Ms Wilson informed the Committee that the ARC of VA had developed a five-year plan to eliminate the waiting list for MR services and that the 1999 allocation was a beginning step.

Mr. Peterson said that since 1990, when the Commonwealth moved to Medicaid, CSBs have no flexibility with their resources. The clients served and the services provided are dependent upon whether they are Medicaid reimbursable, and the eligibility is narrowly defined.

Ms Bryant has twins who are residents of the Central Virginia Training Center and is satisfied with the care her children receive there. However, she has concerns about other disabled children in Virginia and believes that:

• Children are not a priority to the state and that they are not served well;
• There are funding gaps in the services provided to children, especially with the medically intensive;
• The community and the schools are not prepared to provide these services;
• There should be a brochure for families to inform them about MR services and programs that are available; and
• Respite care is needed for families of the disabled.

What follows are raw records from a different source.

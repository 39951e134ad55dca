/** CIE 1976 colour difference ΔE*ab: the Euclidean distance in CIELAB (CIE 015:2018 §8.2.1, eq. 8.14). */
import type { Lab } from "../colorimetry/cielab.ts";
import { noteMethod } from "../methods/method-log.ts";
import { requireLab } from "./check-lab.ts";
import { LAB_FIELDS, checkFields } from "../arguments/check-fields.ts";

/**
 * CIE 1976 colour difference ΔE*ab: the Euclidean distance of two colours in CIELAB.
 *
 * ΔE*ab = √(ΔL*² + Δa*² + Δb*²); the order of the two colours does not matter.
 *
 * @param a The first colour, CIELAB { L, a, b } (L* 0–100).
 * @param b The second colour, CIELAB { L, a, b }.
 * @returns ΔE*ab, in CIELAB units (dimensionless).
 * @source CIE 015:2018 §8.2.1, eq. 8.14.
 * @example deltaE76({ L: 50, a: 2, b: -3 }, { L: 52, a: 0, b: 0 })
 */
export function deltaE76(a: Lab, b: Lab): number {
  checkFields("deltaE76", "a", a, LAB_FIELDS);
  checkFields("deltaE76", "b", b, LAB_FIELDS);
  requireLab("deltaE76", "first", a);
  requireLab("deltaE76", "second", b);
  noteMethod(
    "colour difference",
    "Colour differences ΔE*ab were computed by the CIE 1976 formula (CIE 015:2018 eq. 8.14).",
  );
  const dL = a.L - b.L,
    da = a.a - b.a,
    db = a.b - b.b;
  return Math.sqrt(dL * dL + da * da + db * db);
}
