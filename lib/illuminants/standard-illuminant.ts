/** CIE illuminants by name: A, D50, D55, D65, D75, E, FL1–FL12, FL3.1–FL3.15 and the LED series (CIE 015:2018). */
import { CIE_D65_TABLE } from "../data/cie-d65.ts";
import { CIE_FLUORESCENT_TABLE } from "../data/cie-fluorescent.ts";
import { CIE_LED_TABLE } from "../data/cie-led.ts";
import { tableColumn } from "../data/table-to-spectrum.ts";
import { spectrumOnGrid, type Spectrum } from "../spectrum/spectrum.ts";
import { daylightSpectrum } from "./daylight.ts";
import { illuminantA } from "./illuminant-a.ts";
import { checkWith } from "../arguments/check-with.ts";
import { sharedTable } from "../data/shared-tables.ts";

/**
 * The nominal CCTs of D50, D55, D75 corrected for the change of c2 from 1.4380e-2 to 1.4388e-2 m·K
 * (T = nominal × 1.4388/1.4380, CIE 015:2018 §4.1.2), with M1, M2 rounded to 3 decimals as the CIE tables are.
 */
function cieDaylight(nominal: number, name: string): Spectrum {
  return daylightSpectrum((nominal * 1.4388) / 1.438, { roundFactors: true, name });
}

const BUILDERS: Record<string, () => Spectrum> = {
  A: () => illuminantA(),
  D50: () => cieDaylight(5000, "CIE illuminant D50"),
  D55: () => cieDaylight(5500, "CIE illuminant D55"),
  D65: () =>
    tableColumn(CIE_D65_TABLE, "D65", { name: "CIE standard illuminant D65", quantity: "relative power" }),
  D75: () => cieDaylight(7500, "CIE illuminant D75"),
  E: () =>
    spectrumOnGrid(300, 1, new Array<number>(531).fill(100), {
      name: "CIE illuminant E (equal energy)",
      quantity: "relative power",
    }),
};
for (const name of Object.keys(CIE_FLUORESCENT_TABLE.columns)) {
  BUILDERS[name] = () =>
    tableColumn(CIE_FLUORESCENT_TABLE, name, { name: `CIE illuminant ${name}`, quantity: "relative power" });
}
for (const name of Object.keys(CIE_LED_TABLE.columns)) {
  BUILDERS[name] = () =>
    tableColumn(CIE_LED_TABLE, name, { name: `CIE illuminant ${name}`, quantity: "relative power" });
}

const cache = new Map<string, Spectrum>();

/**
 * The names `illuminant()` accepts: A, D50, D55, D65, D75, E, FL1–FL12, FL3.1–FL3.15 and the LED series.
 *
 * @returns The names, as `illuminant()` spells them.
 * @source CIE 015:2018 (the tabulated illuminants).
 * @example illuminantNames().length
 */
export function illuminantNames(): string[] {
  return Object.keys(BUILDERS);
}

/**
 * A CIE illuminant's relative spectral power by name ("A", "D65", "FL2", "LED-B3", ...); case and spaces are ignored.
 *
 * D50, D55 and D75 are computed from the daylight components at the nominal CCT × 1.4388 ÷ 1.4380 with M1, M2
 * rounded to 3 decimals (as the CIE tables are); A from its formula (300–830 nm at 1 nm); D65 and the fluorescent and
 * LED illuminants from the CIE tables; E is 100 everywhere, 300–830 nm at 1 nm.
 *
 * @param name The illuminant's name (see `illuminantNames()`); an unknown name is an error listing the known ones.
 * @returns A "relative power" `Spectrum`.
 * @source CIE 015:2018 §4 and its tables of illuminants.
 * @example illuminant("D65").values.length
 */
export function illuminant(name: string): Spectrum {
  checkWith(
    "illuminant",
    "name",
    name,
    `an illuminant name, one of ${Object.keys(BUILDERS).join(", ")} (case and spaces are ignored)`,
    (n) =>
      typeof n === "string" &&
      Object.keys(BUILDERS).some((k) => k.toUpperCase() === n.replace(/\s+/g, "").toUpperCase()),
    { instead: { spectrum: "a spectrum is already an illuminant: pass it directly" } },
  );
  const key = Object.keys(BUILDERS).find(
    (k) => k.toUpperCase() === String(name).replace(/\s+/g, "").toUpperCase(),
  );
  if (!key) throw new Error(`unknown illuminant "${name}"; known names: ${illuminantNames().join(", ")}`);
  let s = cache.get(key);
  if (!s) {
    s = sharedTable(BUILDERS[key]!());
    cache.set(key, s);
  }
  return s;
}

The Committee discussed the questions under Section 10: "Sustaining Awareness" in the Work Plan for 1999 and recommended that:

1. The Commonwealth ensure consumer and family member representation and participation on all state and local MH, MR, and SA boards and committees; and
2. The HJR 225 Subcommittee continue with its work on the legislative level and the Governor establish another workgroup on the executive level to continue the work of the Hammond Commission and to work with 225.

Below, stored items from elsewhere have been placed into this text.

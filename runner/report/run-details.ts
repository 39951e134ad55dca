/**
 * The provenance appendix: how the report was made. SHA-256 of the notebook and of every file a cell read or
 * imported (paths relative to the notebook), tool, Node and Plotly versions, the date, the inputs and where each
 * value came from, each cell's status and duration. A reproducible run leaves out every wall-clock value (date,
 * durations) and says so, so that two runs of the same notebook on the same files give identical bytes.
 */
import path from "node:path";
import { checkResults } from "../records/check-results.ts";
import type { NotebookDocument } from "../parse/notebook.ts";
import type { RunRecord } from "../records/run-record.ts";
import { escapeHtml } from "./escape.ts";
import { displayPath } from "../text/display-path.ts";
import { formatDuration } from "../text/duration.ts";
import { shellLine, type CarriedSources } from "./carried-sources.ts";
import { describeBytes } from "../shared/carried-files.ts";

const STATUS_TEXT = { ok: "ran", failed: "failed", "not-run": "not run", listing: "listing only" } as const;

/** What the appendix needs besides the run: the Plotly version when the report draws figures. */
export interface RunDetailsOptions {
  readonly plotlyVersion?: string;
  /** What the report carries to be run again (carried-sources.ts). */
  readonly sources?: CarriedSources;
}

/** The provenance appendix. */
export function renderRunDetails(
  document: NotebookDocument,
  run: RunRecord,
  id: string,
  options: RunDetailsOptions = {},
): string {
  const dir = path.dirname(document.path);
  const facts: [string, string][] = [
    [
      "Notebook",
      `${escapeHtml(path.basename(document.path))}<br><code class="hash">SHA-256 ${escapeHtml(run.notebook.sha256)}</code>`,
    ],
  ];
  if (run.reproducible) {
    facts.push([
      "Date and durations",
      "left out: this is a reproducible report (<code>--reproducible</code>), so two runs of the same notebook on the same files give identical bytes",
    ]);
  } else {
    facts.push([
      "Run started",
      escapeHtml(
        run.startedAt
          .replace("T", " ")
          .replace(/\.\d+Z$/, " UTC")
          .replace(/Z$/, " UTC"),
      ),
    ]);
    facts.push(["Run took", escapeHtml(formatDuration(run.durationMs))]);
  }
  const software = [
    `${escapeHtml(run.tool.name)} ${escapeHtml(run.tool.version)}`,
    `Node.js ${escapeHtml(run.node)} (${escapeHtml(run.platform)})`,
  ];
  if (options.plotlyVersion)
    software.push(`Plotly.js ${escapeHtml(options.plotlyVersion)} (draws the figures)`);
  facts.push(["Software", software.join("<br>")]);
  facts.push([
    "Cell time limit",
    `${escapeHtml(formatDuration(run.timeLimitMs))}${run.keepGoing ? "; kept going after failures (--keep-going)" : ""}`,
  ]);
  if (run.batch) {
    facts.push([
      "Batch",
      `run ${run.batch.position} of ${run.batch.count}: <code>--each ${escapeHtml(run.batch.input)}=${escapeHtml(run.batch.pattern)}</code>, ` +
        `one run per matching file, this one with <code>${escapeHtml(run.batch.input)}</code> = <code>${escapeHtml(String(run.inputs[run.batch.input]))}</code>`,
    ]);
  }

  if (options.sources) facts.push(["Run it again", rerunText(options.sources, run)]);

  const inputs = Object.entries(run.inputs);
  const inputTable =
    inputs.length === 0
      ? ""
      : `<h3>Inputs</h3><div class="table-scroll"><table class="compact"><thead><tr><th>Input</th><th>Value</th><th>Set by</th></tr></thead><tbody>${inputs
          .map(([name, value]) => {
            const source =
              run.batch?.input === name
                ? "--each (this run's data file)"
                : Object.hasOwn(run.inputsSet, name)
                  ? "the command line (--input)"
                  : "the notebook's default";
            return `<tr><td><code>${escapeHtml(name)}</code></td><td><code>${escapeHtml(JSON.stringify(value))}</code></td><td>${escapeHtml(source)}</td></tr>`;
          })
          .join("")}</tbody></table></div>`;

  const checks = checkResults(run);
  const withDurations = !run.reproducible;
  const rows = run.cells
    .map((c) => {
      const cell = document.cells[c.index]!;
      const own = checks.filter((k) => k.cell === c.index);
      const failed = own.filter((k) => !k.record.passed).length;
      const checkCell =
        checks.length === 0
          ? ""
          : `<td>${own.length === 0 ? "" : failed === 0 ? `${own.length} passed` : `${failed} of ${own.length} failed`}</td>`;
      return (
        `<tr><td class="num"><a href="#cell-${c.index + 1}">${c.index + 1}</a></td><td class="num">${cell.firstLine}</td>` +
        `<td>${STATUS_TEXT[c.status]}${c.failureAllowed ? " (allowed)" : ""}</td>${checkCell}` +
        `${withDurations ? `<td class="num">${c.durationMs === undefined ? "" : escapeHtml(formatDuration(c.durationMs))}</td>` : ""}</tr>`
      );
    })
    .join("");
  const cellTable =
    run.cells.length === 0
      ? ""
      : `<h3>Cells</h3><div class="table-scroll"><table class="compact"><thead><tr><th class="num">Cell</th><th class="num">Line</th><th>Status</th>` +
        `${checks.length ? "<th>Checks</th>" : ""}${withDurations ? '<th class="num">Duration</th>' : ""}</tr></thead><tbody>${rows}</tbody></table></div>`;

  const files =
    run.filesRead.length === 0
      ? `<h3>Files read by the cells</h3><p class="section-note">No cell read a file.</p>`
      : `<h3>Files read by the cells</h3><p class="section-note">Paths are relative to the notebook's folder${run.filesRead.some((f) => f.imported) ? "; “imported” marks a module a cell imported" : ""}.</p><div class="table-scroll"><table class="compact files-read"><thead><tr><th>File</th><th>SHA-256</th><th>Used by</th></tr></thead><tbody>${run.filesRead
          .map(
            (f) =>
              `<tr><td class="file-path">${escapeHtml(displayPath(f.path, dir, "relative"))}${f.imported ? ` <span class="file-how">imported</span>` : ""}</td>` +
              `<td><code class="hash">${f.sha256 ?? "(not a readable file)"}</code></td>` +
              `<td>${f.cells.map((i) => `<a href="#cell-${i + 1}">cell&nbsp;${i + 1}</a>`).join(", ")}</td></tr>`,
          )
          .join("")}</tbody></table></div>`;

  const written = run.filesWritten ?? [];
  const writtenTable =
    written.length === 0
      ? ""
      : `<h3>Files written by the cells</h3><p class="section-note">Paths are relative to the notebook's folder; each SHA-256 is of the file as the run left it.</p><div class="table-scroll"><table class="compact files-read files-written"><thead><tr><th>File</th><th>SHA-256</th><th>Written by</th></tr></thead><tbody>${written
          .map(
            (f) =>
              `<tr><td class="file-path">${escapeHtml(displayPath(f.path, dir, "relative"))}</td>` +
              `<td><code class="hash">${f.sha256 ?? "(not a readable file)"}</code></td>` +
              `<td>${f.cells.map((i) => `<a href="#cell-${i + 1}">cell&nbsp;${i + 1}</a>`).join(", ")}</td></tr>`,
          )
          .join("")}</tbody></table></div>`;

  return (
    `<section class="run-details" id="${id}"><h2>Provenance</h2>` +
    `<p class="section-note">How this report was made. A SHA-256 identifies the exact bytes of a file: compute it again (for example with <code>sha256sum</code>) to confirm a file is the one used here.</p>` +
    `<dl class="facts">${facts.map(([k, v]) => `<dt>${k}</dt><dd>${v}</dd>`).join("")}</dl>${inputTable}${cellTable}${files}${writtenTable}</section>`
  );
}

/** How to run the report again from the sources it carries. */
function rerunText(sources: CarriedSources, run: RunRecord): string {
  const carried = sources.files.filter((f) => f.base64 !== undefined).length;
  const missing = sources.files.filter((f) => f.base64 === undefined);
  const what =
    carried === 0
      ? "the notebook's source"
      : `the notebook's source and the ${carried === 1 ? "file" : `${carried} files`} its cells read or imported`;
  let text =
    `This report carries ${what} (each file up to ${describeBytes(sources.limits.fileBytes)}, ${describeBytes(sources.limits.totalBytes)} in all). ` +
    `<code>tristim restore &lt;this report&gt; &lt;new folder&gt;</code> writes them into a folder; there, ` +
    `<code>${escapeHtml(shellLine(sources.rerun))}</code> makes this report again with ${escapeHtml(`${run.tool.name} ${run.tool.version}`)}` +
    `${run.reproducible ? ", byte for byte" : " (with --reproducible, without its date and durations)"}.`;
  if (run.batch)
    text +=
      " As a single run, its title block and this appendix no longer name the batch; its results are the same.";
  if (missing.length)
    text +=
      ` Not carried, by SHA-256 only (put a copy with that SHA-256 in its place first): ` +
      missing
        .map((f) => `<code>${escapeHtml(f.path)}</code> (${escapeHtml(f.missing ?? "not carried")})`)
        .join(", ") +
      ".";
  return text;
}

The other areas assigned to the Committee were "Resource Management" and "Access to Care," and the following recommendations were discussed:

3. A full continuum of services with choices should be provided for consumers.
4. Medicaid criteria should be broadened to allow for flexibility with accountability to serve more of the Medicaid eligible individuals in need of services and provide for the most effective technologies and medications.
5. Family support and caregiving for individuals with mental disabilities should be encouraged.
6. Provisions should be made for non-mandated populations of children that are not served through the Comprehensive Services Act.
7. Waiting lists that are chronologically based should consider medical necessity as well.
8. CSB services should be available to individuals with health insurance only when appropriate services are unavailable from private providers.
9. The DMHMRSAS should consider contracting with a private company to operate state facilities and include provisions to maintain ultimate control.
10. Given the movement toward more community-based care, decisions need to be made regarding realigning resources, capital needs for facilities, and alternative uses for available space. The Commission should assist HJR 225 with this issue.
11. The establishment of transitional living centers should be encouraged.

The meeting was adjourned at 1:45 P.M.